Stock pickers are generally looking for stocks that will outperform the broader market. And the truth is, you can make significant gains if you buy good quality businesses at the right price. For example, long term Open Text Corporation (NASDAQ:OTEX) shareholders have enjoyed a 95% share price rise over the last half decade, well in excess of the market return of around 57% (not including dividends). However, more recent returns haven't been as impressive as that, with the stock returning just 19% in the last year , including dividends .
To paraphrase Benjamin Graham: Over the short term the market is a voting machine, but over the long term it's a weighing machine. By comparing earnings per share (EPS) and share price changes over time, we can get a feel for how investor attitudes to a company have morphed over time.
Open Text's earnings per share are down 2.1% per year, despite strong share price performance over five years.
So it's hard to argue that the earnings per share are the best metric to judge the company, as it may not be optimized for profits at this point. Therefore, it's worth taking a look at other metrics to try to understand the share price movements.
The modest 1.6% dividend yield is unlikely to be propping up the share price. On the other hand, Open Text's revenue is growing nicely, at a compound rate of 12% over the last five years. It's quite possible that management are prioritizing revenue growth over EPS growth at the moment.
The company's revenue and earnings (over time) are depicted in the image below (click to see the exact numbers).

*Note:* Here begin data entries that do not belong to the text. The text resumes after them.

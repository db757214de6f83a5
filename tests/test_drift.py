"""Tests of driftloop.drift: ridge reconstruction, decomposition and drift statistics.

Sources of the expected values:

- the synthetic track's mean drift (0.10 m/s towards 60 degrees) and inertial
  e-folding time (3 days) are the inputs of the construction, so they are the
  analytic answers;
- the damped inertial oscillation z = A0 exp(-(r + i f) t) is the free
  solution of the slab mixed-layer model dZ/dt + (r + i f) Z = 0 (Pollard &
  Millard 1970, Deep-Sea Res. 17, from memory), whose amplitude e-folds in
  1/r, clockwise in the northern hemisphere;
- that a ridge rebuilds a steady circle, A+ exp(i phi+) + A- exp(-i phi-) = z,
  follows from the rotary normalisation |W+-| = A+- on the ridge
  (driftloop.wavelet docstring; Lilly & Gascard 2006; Lilly & Olhede 2012).
"""

from __future__ import annotations

import json

import numpy as np
import pandas as pd
import pytest

from driftloop import geodesy
from driftloop.drift import (
    DECOMPOSITION_COLUMNS,
    RELEASE_KEY,
    decompose,
    drift_statistics,
    reconstruct_ridge,
)
from driftloop.loops import find_events
from driftloop.physics import coriolis_parameter
from driftloop.ridges import detect

DT = 3600.0
SPEED, TOWARD_DEG = 0.10, 60.0
EFOLD_H = 72.0
LAT0 = 45.0


def _table(z: np.ndarray, drifter: str = "SYN-1", lat0: float = LAT0,
           lon0: float = -30.0) -> pd.DataFrame:
    """Resampled-style table: positions integrated from z with geodesy.forward."""
    n = z.size
    lat = np.empty(n)
    lon = np.empty(n)
    lat[0], lon[0] = lat0, lon0
    zm = 0.5 * (z[1:] + z[:-1])
    az = np.degrees(np.arctan2(zm.real, zm.imag))
    for k in range(n - 1):
        end = geodesy.forward(lon[k], lat[k], az[k], abs(zm[k]) * DT)
        lon[k + 1], lat[k + 1] = float(end.lon_deg), float(end.lat_deg)
    return pd.DataFrame({
        "drifter_id": drifter, "segment": 0,
        "time": pd.date_range("2024-01-01", periods=n, freq="h", tz="UTC"),
        "lat": lat, "lon": lon, "u": z.real, "v": z.imag, "sigma_m": 10.0,
        "in_gap": False, "gap_h": 0.0,
    })


def _drift_plus_ringing(days: float = 40.0) -> np.ndarray:
    t = np.arange(int(days * 24) + 1) * DT
    f = float(coriolis_parameter(LAT0))
    r = 1.0 / (EFOLD_H * 3600.0)
    mean = SPEED * np.exp(1j * np.radians(90.0 - TOWARD_DEG))
    return mean + 0.3 * np.exp(-(r + 1j * f) * t)


@pytest.fixture(scope="module")
def ringing():
    track = _table(_drift_plus_ringing())
    events = find_events(track).events
    decomposed = decompose(track, events=events)
    return track, events, decomposed


def test_decompose_columns_and_sum(ringing):
    track, _, dec = ringing
    assert tuple(dec.columns) == DECOMPOSITION_COLUMNS
    assert len(dec) == len(track)
    u = dec[[c for c in dec if c.startswith("u_")]].sum(axis=1)
    v = dec[[c for c in dec if c.startswith("v_")]].sum(axis=1)
    np.testing.assert_allclose(u, track["u"], atol=1e-12)
    np.testing.assert_allclose(v, track["v"], atol=1e-12)


def test_mean_drift_and_inertial_decay(ringing):
    _, events, dec = ringing
    inertial = events[events["kind"] == "inertial"]
    assert len(inertial) == 1
    assert inertial["decay_time_h"].iloc[0] == pytest.approx(EFOLD_H, rel=0.10)
    stats = drift_statistics(dec, events)
    json.dumps(stats)  # JSON-ready
    st = stats["SYN-1"]
    true = SPEED * np.exp(1j * np.radians(90.0 - TOWARD_DEG))
    got = st["mean_drift_u_m_s"] + 1j * st["mean_drift_v_m_s"]
    assert abs(got - true) < 0.02 * SPEED
    assert st["mean_drift_speed_m_s"] == pytest.approx(SPEED, rel=0.02)
    assert st["mean_drift_direction_deg"] == pytest.approx(TOWARD_DEG, abs=1.2)
    assert st["inertial_decay_time_median_h"] == pytest.approx(EFOLD_H, rel=0.10)
    assert 0 < st["inertial_fraction"] < 1
    assert st["inertial_speed_p90_m_s"] <= 0.3 + 1e-3
    assert st["dispersion"]["vector"]["method"] == "first_zero"
    assert RELEASE_KEY in stats and stats[RELEASE_KEY]["drifters"] == 1
    # where the ridge is, the drift is the mean current alone
    on = dec["u_inertial"].to_numpy() != 0
    res = np.abs(dec["u_drift"] + 1j * dec["v_drift"] - true).to_numpy()[on]
    assert np.sqrt(np.mean(res ** 2)) < 0.01 * 0.3


@pytest.mark.parametrize("sign", [1, -1])
def test_circle_reconstruction(sign):
    t = np.arange(24 * 30) * DT
    z = 0.2 * np.exp(sign * 2j * np.pi * t / (16.9 * 3600.0))
    ridges = detect(z, DT).ridges
    assert len(ridges) == 1 and ridges[0].sense == sign
    r = ridges[0]
    err = reconstruct_ridge(r) - z[r.index]
    assert np.sqrt(np.mean(np.abs(err) ** 2)) < 0.05 * 0.2


def test_ellipse_reconstruction():
    t = np.arange(24 * 30) * DT
    w = 2 * np.pi / (30 * 3600.0)
    z = 0.2 * np.exp(1j * w * t) + 0.08 * np.exp(-1j * w * t + 0.7j)
    ridges = detect(z, DT).ridges
    assert len(ridges) == 1
    r = ridges[0]
    err = reconstruct_ridge(r) - z[r.index]
    assert np.sqrt(np.mean(np.abs(err) ** 2)) < 0.05 * 0.2


def test_circle_drift_residual_is_zero_away_from_edges():
    t = np.arange(24 * 30) * DT
    z = 0.2 * np.exp(-2j * np.pi * t / (17.0 * 3600.0))
    dec = decompose(_table(z))
    osc = dec[["u_inertial", "u_tidal", "u_eddy", "u_other"]].abs().sum(axis=1).to_numpy()
    on = osc > 0
    assert on.mean() > 0.8
    drift = np.hypot(dec["u_drift"], dec["v_drift"]).to_numpy()[on]
    assert np.sqrt(np.mean(drift ** 2)) < 0.05 * 0.2


def test_unlabeled_ridges_are_other():
    t = np.arange(24 * 20) * DT
    z = 0.2 * np.exp(-2j * np.pi * t / (17.0 * 3600.0))
    track = _table(z)
    no_events = find_events(track).events.iloc[0:0]
    dec = decompose(track, events=no_events)
    assert (dec["u_inertial"] == 0).all()
    assert (dec["u_other"] != 0).any()
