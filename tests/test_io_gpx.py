"""GPX reader: tracks, waypoints, namespaces, malformed and hostile XML."""

from __future__ import annotations

import time
import tracemalloc

import numpy as np
import pandas as pd
import pytest

from driftloop.config import ReadConfig
from driftloop.errors import InputError
from driftloop.io import FIX_COLUMNS, read_file
from driftloop.io.gpx import read_gpx

GPX11 = "http://www.topografix.com/GPX/1/1"  # GPX 1.1 schema, Topografix
GPX10 = "http://www.topografix.com/GPX/1/0"  # GPX 1.0 schema, Topografix
NOON = pd.Timestamp("2026-03-01T12:00:00Z")


def write(tmp_path, name, text):
    path = tmp_path / name
    path.write_text(text, encoding="utf-8")
    return path


def read(path, **config):
    return read_gpx(path, ReadConfig(**config))


def error_of(path, **config) -> InputError:
    with pytest.raises(InputError) as caught:
        read(path, **config)
    return caught.value


def track_document(namespace: str | None, version: str = "1.1") -> str:
    xmlns = f' xmlns="{namespace}"' if namespace else ""
    return (
        '<?xml version="1.0" encoding="UTF-8"?>\n'                                   # line 1
        f'<gpx version="{version}" creator="test"{xmlns} xmlns:e="urn:example">\n'  # line 2
        '  <wpt lat="10.5" lon="20.5"><time>2026-03-01T00:00:00Z</time></wpt>\n'    # line 3
        "  <trk>\n"                                                                  # line 4
        "    <name>LANTERN-07</name>\n"                                              # line 5
        "    <trkseg>\n"                                                             # line 6
        '      <trkpt lat="45.0" lon="-30.0"><ele>0</ele>\n'                         # line 7
        "        <time>2026-03-01T12:00:00Z</time></trkpt>\n"                        # line 8
        '      <trkpt lat="45.1" lon="-29.9"><time>2026-03-01T14:00:00+02:00</time>\n'  # 9
        "        <extensions><e:time>not this one</e:time></extensions></trkpt>\n"  # line 10
        "    </trkseg>\n"                                                            # line 11
        "    <trkseg>\n"                                                             # line 12
        '      <trkpt lat="45.2" lon="-29.8"><time>2026-03-01T13:00:00</time></trkpt>\n'  # 13
        "    </trkseg>\n"
        "  </trk>\n"
        "</gpx>\n"
    )


@pytest.mark.parametrize(("namespace", "version"), [(GPX11, "1.1"), (GPX10, "1.0"), (None, "1.1")])
def test_tracks_and_waypoints(tmp_path, namespace, version):
    path = write(tmp_path, "cruise.gpx", track_document(namespace, version))
    table = read(path)
    assert list(table.columns) == list(FIX_COLUMNS)
    assert table["drifter_id"].tolist() == ["cruise", "LANTERN-07", "LANTERN-07", "LANTERN-07"]
    assert table["source_row"].tolist() == [3, 7, 9, 13]  # line of each point's start tag
    assert table["lat"].tolist() == [10.5, 45.0, 45.1, 45.2]
    assert table["lon"].tolist() == pytest.approx([20.5, -30.0, -29.9, -29.8], abs=1e-12)
    # RFC 3339 / ISO 8601 offset semantics: 14:00+02:00 is 12:00Z; the extension's
    # <e:time> in another namespace is not the point's time
    assert table["time"].iloc[2] == NOON
    # GPX 1.1 schema: times are UTC; one without a designator is flagged
    assert table["time_assumed_utc"].tolist() == [False, False, False, True]
    assert (table["parse_error"] == "").all()


def test_waypoint_and_unnamed_track_take_configured_id(tmp_path):
    path = write(tmp_path, "x.gpx", (
        f'<gpx xmlns="{GPX11}"><wpt lat="1" lon="2"/>'
        '<trk><trkseg><trkpt lat="3" lon="4"/></trkseg></trk></gpx>'
    ))
    table = read(path, drifter_id="SVP-1")
    assert table["drifter_id"].tolist() == ["SVP-1", "SVP-1"]
    assert table["time"].isna().all()  # no <time>: missing, not an error
    assert (table["parse_error"] == "").all()


def test_bad_and_missing_coordinates_are_kept(tmp_path):
    path = write(tmp_path, "t.gpx", (
        f'<gpx xmlns="{GPX11}"><trk><trkseg>\n'
        '<trkpt lat="abc" lon="4"><time>2026-03-01T12:00:00Z</time></trkpt>\n'
        '<trkpt lon="5"/>\n'
        '<trkpt lat="95" lon="6"><time>yesterday</time></trkpt>\n'
        "</trkseg></trk></gpx>\n"
    ))
    table = read(path)
    assert len(table) == 3
    assert table["parse_error"].tolist() == [
        "lat: not a number 'abc'", "lat: attribute missing", "time: not a time 'yesterday'",
    ]
    assert table["raw"].iloc[0] == '<trkpt lat="abc" lon="4"><time>2026-03-01T12:00:00Z</time>'
    assert table["lat"].iloc[2] == 95.0  # out of range is for QC, not the reader
    assert table["source_row"].tolist() == [2, 3, 4]


def test_routes_are_not_fixes(tmp_path):
    path = write(tmp_path, "r.gpx",
                 f'<gpx xmlns="{GPX11}"><rte><rtept lat="1" lon="2"/></rte></gpx>')
    assert "it has only routes" in str(error_of(path))


def test_not_gpx_root(tmp_path):
    path = write(tmp_path, "k.gpx", '<kml xmlns="http://www.opengis.net/kml/2.2"/>')
    assert str(error_of(path)) == (
        f"{path}, row 1: not a GPX file: the root element is <kml>, expected <gpx>"
    )


def test_malformed_xml_gives_the_line(tmp_path):
    path = write(tmp_path, "m.gpx", (
        f'<gpx xmlns="{GPX11}">\n<trk><trkseg>\n<trkpt lat="1" lon="2">\n</trkseg></trk></gpx>\n'
    ))
    error = error_of(path)
    assert error.row == 4
    assert str(error).startswith(f"{path}, row 4: not well-formed XML: mismatched tag (line 4")


def test_empty_file(tmp_path):
    path = write(tmp_path, "e.gpx", "")
    assert str(error_of(path)) == f"{path}: file is empty"


BILLION_LAUGHS = """<?xml version="1.0"?>
<!DOCTYPE gpx [
  <!ENTITY a "lollollollollollollollollollol">
  <!ENTITY b "&a;&a;&a;&a;&a;&a;&a;&a;&a;&a;">
  <!ENTITY c "&b;&b;&b;&b;&b;&b;&b;&b;&b;&b;">
  <!ENTITY d "&c;&c;&c;&c;&c;&c;&c;&c;&c;&c;">
  <!ENTITY e "&d;&d;&d;&d;&d;&d;&d;&d;&d;&d;">
  <!ENTITY f "&e;&e;&e;&e;&e;&e;&e;&e;&e;&e;">
  <!ENTITY g "&f;&f;&f;&f;&f;&f;&f;&f;&f;&f;">
  <!ENTITY h "&g;&g;&g;&g;&g;&g;&g;&g;&g;&g;">
  <!ENTITY i "&h;&h;&h;&h;&h;&h;&h;&h;&h;&h;">
  <!ENTITY j "&i;&i;&i;&i;&i;&i;&i;&i;&i;&i;">
]>
<gpx xmlns="http://www.topografix.com/GPX/1/1"><trk><name>&j;</name>
<trkseg><trkpt lat="1" lon="2"/></trkseg></trk></gpx>
"""


def test_billion_laughs_is_refused_without_expansion(tmp_path):
    path = write(tmp_path, "bomb.gpx", BILLION_LAUGHS)
    tracemalloc.start()
    started = time.perf_counter()
    try:
        error = error_of(path)
        _, peak = tracemalloc.get_traced_memory()
    finally:
        tracemalloc.stop()
    elapsed = time.perf_counter() - started
    assert "refused: the file declares XML entities/DTD" in str(error)
    assert "entity-expansion" in str(error)
    # &j; would expand to 3e10 characters (30 bytes * 10**9); refusing it costs almost nothing
    assert peak < 5_000_000
    assert elapsed < 5.0
    assert "lol" not in str(error)


def test_external_entity_is_refused_and_not_read(tmp_path):
    secret = tmp_path / "secret.txt"
    secret.write_text("MARKER-7f3a-SECRET")
    path = write(tmp_path, "xxe.gpx", (
        '<?xml version="1.0"?>\n'
        f'<!DOCTYPE gpx [<!ENTITY leak SYSTEM "{secret.as_uri()}">]>\n'
        f'<gpx xmlns="{GPX11}"><trk><name>&leak;</name>'
        '<trkseg><trkpt lat="1" lon="2"/></trkseg></trk></gpx>\n'
    ))
    error = error_of(path)
    assert "refused" in str(error) and "external-entity" in str(error)
    assert "MARKER-7f3a-SECRET" not in str(error)


def test_external_dtd_is_refused(tmp_path):
    dtd = tmp_path / "evil.dtd"
    dtd.write_text('<!ENTITY x "MARKER-DTD">')
    path = write(tmp_path, "dtd.gpx", (
        f'<?xml version="1.0"?>\n<!DOCTYPE gpx SYSTEM "{dtd.as_uri()}">\n'
        f'<gpx xmlns="{GPX11}"><wpt lat="1" lon="2"><name>&x;</name></wpt></gpx>\n'
    ))
    error = error_of(path)
    assert "refused" in str(error)
    assert "MARKER-DTD" not in str(error)


def test_accounting_rows_out_equal_points_in(tmp_path):
    rng = np.random.default_rng(3)
    points = []
    for i in range(300):
        lat = "bad" if i % 17 == 0 else f"{rng.uniform(-80, 80):.5f}"
        points.append(f'<trkpt lat="{lat}" lon="{rng.uniform(-170, 170):.5f}">'
                      f"<time>2026-03-01T{i % 24:02d}:00:00Z</time></trkpt>")
    segments = "".join(f"<trkseg>{''.join(points[k:k + 50])}</trkseg>" for k in range(0, 300, 50))
    waypoints = "".join(f'<wpt lat="{k}" lon="{k}"/>' for k in range(7))
    document = f'<gpx xmlns="{GPX11}">{waypoints}<trk>{segments}</trk></gpx>'
    path = write(tmp_path, "acc.gpx", document)
    table = read_file(path)
    assert len(table) == 300 + 7
    assert (table["parse_error"] != "").sum() == len(range(0, 300, 17))
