"""Rotary spectra and the inertial peak check of driftloop.spectra.

References for the checks:

- the Welch estimate of each segment is ``scipy.signal.welch`` (reference
  library) with the parameters the module docstring names (Hann window,
  50 % overlap, mean removed per window, two-sided density); a drifter's
  spectrum averages the windows of its segments and the release spectrum
  all windows (module docstring), computed here segment by segment;
- rotary components (Gonella 1972, Deep-Sea Res. 19, 833-846): an
  anticlockwise circle z = A exp(i w t) puts its power at +w, a clockwise
  one at -w; free inertial motion turns clockwise in the northern
  hemisphere at |f| = 2 Omega sin(lat) (common knowledge).
"""

from __future__ import annotations

import numpy as np
import pandas as pd
import pytest
from scipy import signal

from driftloop import spectra
from driftloop.physics import coriolis_parameter

DT = 3600.0
DAY = 86400.0


def _segment(drifter, segment, start, hours, lat, z_of_t):
    t = np.arange(hours) * DT
    z = z_of_t(t)
    return pd.DataFrame({
        "drifter_id": drifter, "segment": segment,
        "time": pd.date_range(start, periods=hours, freq="h", tz="UTC"),
        "lat": np.full(hours, lat), "lon": np.full(hours, -20.0), "u": z.real, "v": z.imag,
    })


def _inertial(lat, amplitude, rng):
    f = float(coriolis_parameter(lat))
    return lambda t: (0.05 + amplitude * np.exp(-1j * f * t)
                      + rng.normal(0.0, 0.02, t.size) + 1j * rng.normal(0.0, 0.02, t.size))


@pytest.fixture(scope="module")
def track():
    rng = np.random.default_rng(40)
    parts = [
        _segment("N-1", 0, "2024-05-01", 24 * 25, 40.0, _inertial(40.0, 0.2, rng)),
        _segment("N-1", 3, "2024-06-01", 24 * 12, 41.0, _inertial(41.0, 0.1, rng)),
        _segment("N-1", 1, "2024-05-28", 24 * 3, 40.5, _inertial(40.5, 0.1, rng)),  # too short
        _segment("E-0", 0, "2024-05-01", 24 * 30, 1.0, _inertial(1.0, 0.0, rng)),
        _segment("S-2", 0, "2024-05-01", 24 * 21, -35.0, _inertial(-35.0, 0.2, rng)),
        _segment("X-9", 0, "2024-05-01", 24 * 8, 50.0, _inertial(50.0, 0.2, rng)),
    ]
    # segments (each in time order, as resampled tracks are) in no particular order
    table = pd.concat([parts[i] for i in rng.permutation(len(parts))], ignore_index=True)
    table["drifter_id"] = table["drifter_id"].astype("string")
    table["segment"] = table["segment"].astype(np.int32)
    return table


def _welch_by_segment(group, window_days=10.0):
    """Window-weighted Welch spectrum of a drifter's segments, and the window count."""
    total, windows, freq = None, 0, None
    for _, seg in group.groupby("segment"):
        nperseg = int(round(window_days * DAY / DT))
        if len(seg) < nperseg:
            continue
        z = seg["u"].to_numpy() + 1j * seg["v"].to_numpy()
        freq, psd = signal.welch(z, fs=1.0 / DT, window="hann", nperseg=nperseg,
                                 noverlap=nperseg // 2, detrend="constant",
                                 return_onesided=False, scaling="density")
        n = 1 + (z.size - nperseg) // (nperseg - nperseg // 2)
        total = psd * n if total is None else total + psd * n
        windows += n
    return freq, total, windows


def test_drifter_spectra_are_welch_spectra_averaged_over_windows(track):
    result = spectra.rotary_spectra(track)
    table = result.table
    assert list(table.columns) == ["drifter_id", "frequency_cpd", "psd_anticlockwise",
                                   "psd_clockwise", "windows"]
    assert table["drifter_id"].drop_duplicates().tolist() == ["E-0", "N-1", "S-2", "(release)"]
    release_sum, release_windows = 0.0, 0
    for drifter in ("E-0", "N-1", "S-2"):
        freq, total, windows = _welch_by_segment(track[track["drifter_id"] == drifter])
        psd = total / windows
        rows = table[table["drifter_id"] == drifter]
        positive = np.sort(freq[freq > 0])
        np.testing.assert_allclose(rows["frequency_cpd"], positive * DAY, rtol=1e-12)
        at = {round(float(f), 12): i for i, f in enumerate(freq)}
        ccw = np.array([psd[at[round(float(f), 12)]] for f in positive])
        cw = np.array([psd[at[round(float(-f), 12)]] for f in positive])
        np.testing.assert_allclose(rows["psd_anticlockwise"], ccw / DAY, rtol=1e-12)
        np.testing.assert_allclose(rows["psd_clockwise"], cw / DAY, rtol=1e-12)
        assert (rows["windows"] == windows).all()
        release_sum = release_sum + np.stack([ccw, cw]) * windows
        release_windows += windows
    release = table[table["drifter_id"] == "(release)"]
    np.testing.assert_allclose(release["psd_anticlockwise"],
                               release_sum[0] / release_windows / DAY, rtol=1e-12)
    np.testing.assert_allclose(release["psd_clockwise"],
                               release_sum[1] / release_windows / DAY, rtol=1e-12)
    assert (release["windows"] == release_windows).all()
    # N-1: two 10-day-window segments (25 days: 4 windows, 12 days: 1), the 3-day one left out
    assert int(table.loc[table["drifter_id"] == "N-1", "windows"].iloc[0]) == 5


def test_rotary_sides_follow_the_sense_of_rotation():
    w = 2 * np.pi / (0.5 * DAY)
    ccw = _segment("A", 0, "2024-01-01", 24 * 20, 30.0, lambda t: 0.2 * np.exp(1j * w * t))
    cw = _segment("C", 0, "2024-01-01", 24 * 20, 30.0, lambda t: 0.2 * np.exp(-1j * w * t))
    table = spectra.rotary_spectra(pd.concat([ccw, cw], ignore_index=True)).table
    for drifter, side, other in (("A", "psd_anticlockwise", "psd_clockwise"),
                                 ("C", "psd_clockwise", "psd_anticlockwise")):
        rows = table[table["drifter_id"] == drifter]
        peak = rows["frequency_cpd"].to_numpy()[np.argmax(rows[side].to_numpy())]
        assert peak == pytest.approx(2.0, rel=0.06)  # 0.5-day period, 0.1 cpd resolution
        assert rows[side].max() > 1e3 * rows[other].max()


def test_accumulator_gives_the_table_of_the_whole_track(track):
    acc = spectra.SpectraAccumulator()
    rows = []
    for drifter, group in track.groupby("drifter_id", sort=True):
        rows.append(acc.drifter_rows(str(drifter), group))
        acc.add_rows(rows[-1])
    assert rows[3] is None  # 8 days, shorter than a window
    whole = spectra.rotary_spectra(track).table
    pd.testing.assert_frame_equal(acc.table().table, whole, check_exact=True)
    # a drifter table built by hand from the rows, as documented
    expected = pd.concat([r.loc[:, list(whole.columns)] for r in rows if r is not None],
                         ignore_index=True)
    pd.testing.assert_frame_equal(whole[whole["drifter_id"] != "(release)"], expected,
                                  check_exact=True)
    assert spectra.SpectraAccumulator().table().table.empty


def test_inertial_peak_check_per_drifter(track):
    result = spectra.rotary_spectra(track)
    check = spectra.inertial_peak_check(result, track)
    assert sorted(check) == ["E-0", "N-1", "S-2", "X-9"]
    assert check["E-0"] == {"checked": False,
                            "reason": "fewer than 10 days poleward of 5 deg"}
    assert check["X-9"] == {"checked": False,
                            "reason": "fewer than 10 days poleward of 5 deg"}
    north, south = check["N-1"], check["S-2"]
    assert north["checked"] and north["side"] == "clockwise" and north["within_tolerance"]
    assert south["checked"] and south["side"] == "anticlockwise" and south["within_tolerance"]
    lat_n = track.loc[track["drifter_id"] == "N-1", "lat"].mean()
    f_cpd = abs(float(coriolis_parameter(lat_n))) / (2 * np.pi) * DAY
    assert north["inertial_cpd"] == pytest.approx(f_cpd, rel=1e-12)
    assert north["peak_cpd"] == pytest.approx(f_cpd, rel=0.1)
    # a drifter long enough poleward but without a spectrum row
    alone = track[track["drifter_id"] == "N-1"]
    check = spectra.inertial_peak_check(spectra.rotary_spectra(alone.iloc[:0]), alone)
    assert check["N-1"] == {"checked": False, "reason": "no segment long enough for a spectrum"}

Open Text is well known by investors, and plenty of clever analysts have tried to predict the future profit levels. You can see what analysts are predicting for Open Text in this interactive graph of future profit estimates.
What About Dividends?
When looking at investment returns, it is important to consider the difference between total shareholder return (TSR) and share price return. The TSR is a return calculation that accounts for the value of cash dividends (assuming that any dividend received was reinvested) and the calculated value of any discounted capital raisings and spin-offs. Arguably, the TSR gives a more comprehensive picture of the return generated by a stock. In the case of Open Text, it has a TSR of 111% for the last 5 years. That exceeds its share price return that we previously mentioned. This is largely a result of its dividend payments!
A Different Perspective
Open Text's TSR for the year was broadly in line with the market average, at 19%. That gain looks pretty satisfying, and it is even better than the five-year TSR of 16% per year. It is possible that management foresight will bring growth well into the future, even if the share price slows down. It's always interesting to track share price performance over the longer term. But to understand Open Text better, we need to consider many other factors. To that end, you should be aware of the 3 warning signs we've spotted with Open Text .
Of course Open Text may not be the best stock to buy. So you may wish to see this free collection of growth stocks.
Please note, the market returns quoted in this article reflect the market weighted average returns of stocks that currently trade on US exchanges.
This article by Simply Wall St is general in nature. It does not constitute a recommendation to buy or sell any stock, and does not take account of your objectives, or your financial situation. We aim to bring you long-term focused analysis driven by fundamental data. Note that our analysis may not factor in the latest price-sensitive company announcements or qualitative material. Simply Wall St has no position in any stocks mentioned.